*Directions*: Tally every line in the entries below that holds "from", then give only the total.

Collected data:
★ ★ ★ ★

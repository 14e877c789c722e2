import { Router } from 'express';
import type { Db } from '../../db/client.js';
import { BuilderBody, UpdateBuilderBody } from '../../../shared/schemas/builders.js';
import { IdParams } from '../../../shared/schemas/common.js';
import { SURVEY_EDITOR_ROLES } from '../../../shared/schemas/enums.js';
import { currentUser, requireAuth, requireRole } from '../../middleware/auth.js';
import { validate } from '../../middleware/validate.js';
import * as service from './builders.service.js';

export function buildersRouter(db: Db): Router {
  const router = Router();
  const editors = requireRole(...SURVEY_EDITOR_ROLES);
  router.get('/', requireAuth, async (req, res) => {
    res.json({ builders: await service.listBuilders(db, currentUser(req).companyId) });
  });
  router.get('/:id', requireAuth, validate({ params: IdParams }), async (req, res) => {
    res.json({ builder: await service.getBuilder(db, currentUser(req).companyId, req.params.id as string) });
  });
  router.post('/', editors, validate({ body: BuilderBody }), async (req, res) => {
    res.status(201).json({ builder: await service.createBuilder(db, currentUser(req).companyId, req.body) });
  });
  router.patch('/:id', editors, validate({ params: IdParams, body: UpdateBuilderBody }), async (req, res) => {
    res.json({ builder: await service.updateBuilder(db, currentUser(req).companyId, req.params.id as string, req.body) });
  });
  router.delete('/:id', editors, validate({ params: IdParams }), async (req, res) => {
    await service.deleteBuilder(db, currentUser(req).companyId, req.params.id as string);
    res.status(204).end();
  });
  return router;
}
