/** Today in the company's time zone (Settings → Company). */
export async function companyToday(companyId: string, now = new Date()): Promise<string> {
  const { timeZone } = await getCompanySettings(companyId);
  return localIsoDate(now, timeZone);
}

export function addDaysIso(iso: string, days: number): string {
  return new Date(Date.parse(`${iso}T00:00:00Z`) + days * 86_400_000).toISOString().slice(0, 10);
}

export type JobDateKind = "survey" | "install" | "inspection";
export const JOB_DATE_LABELS: Record<JobDateKind, string> = { survey: "Site survey", install: "Install", inspection: "Inspection" };
/** How a crew's list is grouped: work today, in the next 7 days, later, or nothing scheduled ahead. */
export type JobBucket = "today" | "week" | "later" | "none";

/** The next dated visit of a job from `today` on (survey, install, inspection), or null. */
export function nextJobDate(
  j: { surveyDate: string | null; installDate: string | null; inspectionOn: string | null; installedAt?: Date | null },
  today: string,
): { kind: JobDateKind; date: string } | null {
  const dates: { kind: JobDateKind; date: string | null }[] = [
    { kind: "survey", date: j.surveyDate },
    { kind: "install", date: j.installedAt ? null : j.installDate },
    { kind: "inspection", date: j.inspectionOn },
  ];
  const ahead = dates.filter((d): d is { kind: JobDateKind; date: string } => !!d.date && d.date >= today).sort((a, b) => a.date.localeCompare(b.date));
  return ahead[0] ?? null;
}

export function jobBucket(next: { date: string } | null, today: string): JobBucket {
  if (!next) return "none";
  if (next.date === today) return "today";
  return next.date <= addDaysIso(today, 6) ? "week" : "later";
}

// ── Reading jobs (the office sees all; an installer only their crew's) ──────────────────

/** Jobs a person may see: the company's, and for an installer only their crew's (none without a crew). */
async function jobScope(member: Member): Promise<SQL> {
  const sameCompany = eq(job.companyId, member.companyId);
  if (member.role !== "crew") return sameCompany;
  const crewId = await crewIdOfMember(member);
  // An installer without a crew sees no job: an impossible id keeps the query shape simple.
  return and(sameCompany, eq(job.crewId, crewId ?? "00000000-0000-0000-0000-000000000000")) as SQL;
}

const listColumns = {
  id: job.id,
  dealId: job.dealId,
  stage: deal.stage,
  householdName: household.name,
  street: household.street,
  city: household.city,
  crewId: job.crewId,
  crewName: crew.name,
  surveyDate: job.surveyDate,
  installDate: job.installDate,
  permitSubmittedOn: job.permitSubmittedOn,
  permitApprovedOn: job.permitApprovedOn,
  inspectionOn: job.inspectionOn,
  ptoOn: job.ptoOn,
  installedAt: job.installedAt,
  checklist: job.checklist,
  systemDcWatts: deal.systemDcWatts,
  createdAt: job.createdAt,
};

export type JobListRow = {
  id: string;
  dealId: string;
  stage: Stage;
  householdName: string;
  street: string;
  city: string;
  crewId: string | null;
  crewName: string | null;
  surveyDate: string | null;
  installDate: string | null;
  permitSubmittedOn: string | null;
  permitApprovedOn: string | null;
  inspectionOn: string | null;
  ptoOn: string | null;
  installedAt: Date | null;
  systemDcWatts: number | null;
  checklistDone: number;
  checklistTotal: number;
  next: { kind: JobDateKind; date: string } | null;
  bucket: JobBucket;
  createdAt: Date;
};

const BUCKET_ORDER: Record<JobBucket, number> = { today: 0, week: 1, later: 2, none: 3 };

★ ★ ★ ★

*Response area*: 9